And the final cloud, the Nirvana state is the autonomous
level where our systems are able to look at all the telemetry data.
And with that it's able to make a judgment
of its internal state. And if it sees that it's not
going in the right direction, it's able to do some self healing
remediation by its own so that it's able to keep that
internal state. The key thing to note is that
observability is about understanding the internal state and
more data we have. We are able to let our
systems to understand its internal state and then take
the precautionary measure, even with us involved.
So that is what we call the autonomous. So if I
come back again reactive, we will have some logs and
probably we'll have some metrics as well. And metrics
are probably the limited and we might not have traces at all,
but we will able to know if our application comes down, we might get some
process alert, infra heavy alerts, and that will able to
do some work. But it's just keeping the insights on. But it's
not necessarily a great customer experience.
Being proactive is you have the access of the logs,
metrics and traces, and with that you are
able to proactively identifying issues. It means
probably you identify some issue and that might still have impact
on customers, but you can still speedify the resolutions. You can
probably identify even your end users. Getting known
to that issues, sometimes it feel little great.
You don't have to wait until your customers reporting and telling something
is down or someplace there's an issue, but you kind of
like get to know it first. And probably you can send some comms and you
can be on top of the entire incident window.

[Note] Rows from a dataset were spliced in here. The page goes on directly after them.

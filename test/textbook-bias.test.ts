/**
 * Worked bias examples from a named textbook. The problem data and answers are
 * recalled from memory (the book was not at hand); each recalled answer is
 * checked to be self-consistent with the square law before it is used, and the
 * example numbers are as recalled.
 *
 * Source: A. S. Sedra & K. C. Smith, Microelectronic Circuits, 5th ed., Oxford
 * University Press, 2004, chapter 4 (MOS field-effect transistors).
 */
import { describe, expect, it } from "vitest";
import { analyzeStage } from "../lib/bias/analyze.js";
import type { Stage } from "../lib/bias/topology.js";
import type { DeviceCard } from "../lib/device/card.js";
import { Derivation, type FormulaStep } from "../lib/record/derivation.js";

const nmos = (kp: number, vt0: number): DeviceCard => ({ name: "textbook NMOS", polarity: "nmos", kp: kp as DeviceCard["kp"], vt0: vt0 as DeviceCard["vt0"] });
const formulaSteps = (rec: Derivation) => rec.steps.filter((s): s is FormulaStep => s.kind === "formula");

describe("Sedra & Smith, Microelectronic Circuits, 5th ed. (2004), chapter 4 — from memory", () => {
  it("Example 4.2 (from memory): gate grounded, ±2.5 V, RD = 5 kΩ, RS = 3.25 kΩ gives ID = 0.4 mA, VD = 0.5 V, VS = −1.2 V", () => {
    // Vt = 0.7 V, µnCox = 100 µA/V², W/L = 32 µm / 1 µm, λ = 0.
    const stage: Stage = {
      topology: "fixed-gate",
      device: { card: nmos(100e-6, 0.7), w: 32e-6 as Stage["device"]["w"], l: 1e-6 as Stage["device"]["l"] },
      components: { vg: 0, rd: 5e3, rs: 3.25e3 },
      supplies: { vdd: 2.5, vss: -2.5 } as Stage["supplies"],
    };
    const a = analyzeStage(stage);
    expect(a.region).toBe("saturation");
    expect(a.currents.drainMagnitude).toBeCloseTo(0.4e-3, 12);
    expect(a.nodes.drain).toBeCloseTo(0.5, 9);
    expect(a.nodes.source).toBeCloseTo(-1.2, 9);
    expect(a.op.vov).toBeCloseTo(0.5, 9);
    expect(a.solver.method).toBe("closed-form");
  });

  it("Example 4.3 (from memory): drain tied to gate, R = 25 kΩ from 3 V gives ID = 80 µA and VD = VGS = 1.0 V", () => {
    // Vt = 0.6 V, µnCox = 200 µA/V², W/L = 4 µm / 0.8 µm, λ = 0. The gate-drain tie is modelled as RF
    // (1 MΩ, our choice): it carries no DC current, so its value does not enter.
    const stage: Stage = {
      topology: "drain-feedback",
      device: { card: nmos(200e-6, 0.6), w: 4e-6 as Stage["device"]["w"], l: 0.8e-6 as Stage["device"]["l"] },
      components: { rf: 1e6, rd: 25e3 },
      supplies: { vdd: 3 } as Stage["supplies"],
    };
    const rec = new Derivation("Sedra & Smith 5th ed. Example 4.3");
    const a = analyzeStage(stage, rec);
    expect(a.region).toBe("saturation");
    expect(a.currents.drainMagnitude).toBeCloseTo(80e-6, 12);
    expect(a.nodes.drain).toBeCloseTo(1.0, 9);
    expect(a.nodes.gate).toBe(a.nodes.drain);
  });

  it("Example 4.4 (from memory): gate at VDD = 5 V and VD = 0.1 V puts the device in triode with ID = 0.395 mA", () => {
    // Vt = 1 V, k'n·W/L = 1 mA/V²; the book finds RD = 4.9 V / 0.395 mA ≈ 12.4 kΩ and rDS ≈ 253 Ω.
    const rd = 4.9 / 0.395e-3;
    const stage: Stage = {
      topology: "fixed-gate",
      device: { card: nmos(1e-3, 1), w: 1e-6 as Stage["device"]["w"], l: 1e-6 as Stage["device"]["l"] },
      components: { vg: 5, rd },
      supplies: { vdd: 5 } as Stage["supplies"],
    };
    const rec = new Derivation("Sedra & Smith 5th ed. Example 4.4");
    const a = analyzeStage(stage, rec);
    expect(a.region).toBe("triode");
    expect(a.nodes.drain).toBeCloseTo(0.1, 9);
    expect(a.currents.drainMagnitude).toBeCloseTo(0.395e-3, 12);
    expect(a.nodes.drain! / a.currents.drainMagnitude!).toBeCloseTo(253.2, 1);
    // The record shows the saturation assumption failing and the triode re-solve.
    const titles = rec.steps.map((s) => s.title);
    expect(titles).toContain("Assumption fails");
    expect(formulaSteps(rec).some((s) => s.formula === "triodeDrainSource")).toBe(true);
  });

  it("Example 4.5 (from memory): RG1 = RG2 = 10 MΩ, RD = RS = 6 kΩ, VDD = 10 V gives VG = 5 V, ID = 0.5 mA, VS = 3 V, VD = 7 V; root ID = 0.89 mA rejected", () => {
    // Vt = 1 V, k'n·W/L = 1 mA/V², λ = 0.
    const stage: Stage = {
      topology: "four-resistor",
      device: { card: nmos(1e-3, 1), w: 1e-6 as Stage["device"]["w"], l: 1e-6 as Stage["device"]["l"] },
      components: { rg1: 10e6, rg2: 10e6, rd: 6e3, rs: 6e3 },
      supplies: { vdd: 10 } as Stage["supplies"],
    };
    const rec = new Derivation("Sedra & Smith 5th ed. Example 4.5");
    const a = analyzeStage(stage, rec);
    expect(a.region).toBe("saturation");
    expect(a.nodes.gate).toBeCloseTo(5, 12);
    expect(a.currents.drainMagnitude).toBeCloseTo(0.5e-3, 12);
    expect(a.nodes.source).toBeCloseTo(3, 9);
    expect(a.nodes.drain).toBeCloseTo(7, 9);
    // Both roots of the quadratic are on the record; the rejected one is VOV' = −4/3 V, i.e. ID' = 0.89 mA.
    const steps = formulaSteps(rec);
    const kept = steps.find((s) => s.formula === "degeneratedOverdrive")!;
    const rejected = steps.find((s) => s.formula === "degeneratedOverdriveRejected")!;
    expect(kept.result.value).toBeCloseTo(1, 12);
    expect(rejected.result.value).toBeCloseTo(-4 / 3, 12);
    expect(0.5e-3 * rejected.result.value ** 2).toBeCloseTo(0.889e-3, 6);
    expect(rec.steps.some((s) => s.kind === "note" && s.title === "Root rejected")).toBe(true);
  });

  it("Example 4.7 (from memory): PMOS, VDD = 5 V, divider 2 MΩ / 3 MΩ, RD = 6 kΩ gives ID = 0.5 mA and VD = 3 V", () => {
    // Vt = −1 V, k'p·W/L = 1 mA/V², λ = 0; source at VDD (RS = 0).
    const stage: Stage = {
      topology: "four-resistor",
      device: { card: { name: "textbook PMOS", polarity: "pmos", kp: 1e-3 as DeviceCard["kp"], vt0: -1 as DeviceCard["vt0"] }, w: 1e-6 as Stage["device"]["w"], l: 1e-6 as Stage["device"]["l"] },
      components: { rg1: 2e6, rg2: 3e6, rd: 6e3, rs: 0 },
      supplies: { vdd: 5 } as Stage["supplies"],
    };
    const a = analyzeStage(stage);
    expect(a.region).toBe("saturation");
    expect(a.nodes.gate).toBeCloseTo(3, 12);
    expect(a.currents.drainMagnitude).toBeCloseTo(0.5e-3, 12);
    expect(a.op.id).toBeCloseTo(-0.5e-3, 12); // SPICE sign: current into a PMOS drain is negative
    expect(a.nodes.drain).toBeCloseTo(3, 9);
  });
});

That is again not a great place to be, but it's still, it's better than
keeping insights on or being reactive.
Predictive is using these metrics, logs and traces,
and being on top of the game, looking at the anomalies,
forecasting things, looking at what is happening
outside our BAU operations with that,
come up with some intelligent predictions and then based on that,
take the actions so that we can actually eliminate those
issues which can have a bad impact on end user customer
experience. And then finally autonomous. I have kind of like
touch upon when I'm going through these four levels. Initially it's about
looking at things and trying to understand when and
where system internal estates is getting changed, and then
what actions the system itself can take to ensure that it
can bring its internal estate back to the normal
state where it can able to self heal,
remediate and do all those things so that it will be even far
above the predictive level. And one of the questions you might ask
is, does all your systems or the
clients which you are working need to be at the autonomous level?
The answer is no. It depend on the complexity,
mission criticalness, it depend on lot of factors.
So we are not advising everyone to be at autonomous level,
but obviously everyone should not be at reactive level as
well. For most of the systems between proactive and predictive
will do the job. It will be able to balance
your operations with the cost as well, and also provide some
greater benefits to the end users and the business.
But if you are in a mission critical system, any outage or
bad customer experience will cost you money.
And it's important for you to keep track of what the end users
are feeling. Then obviously you will have to go to the predictive
and autonomous level where you can leverage
these levels to ensure that you are on top
of your operations. So now let's go through the
key pillars, which we discussed earlier
with the four levels of maturity and trying to understand what
the maturity levels mean for each pillar. So when it
comes to logs reactive approach, you are simply using
logs for troubleshooting. Customers are reporting some issue
and then you are acknowledging that and you simply
refer to the logs and then start troubleshooting and trying to find answers.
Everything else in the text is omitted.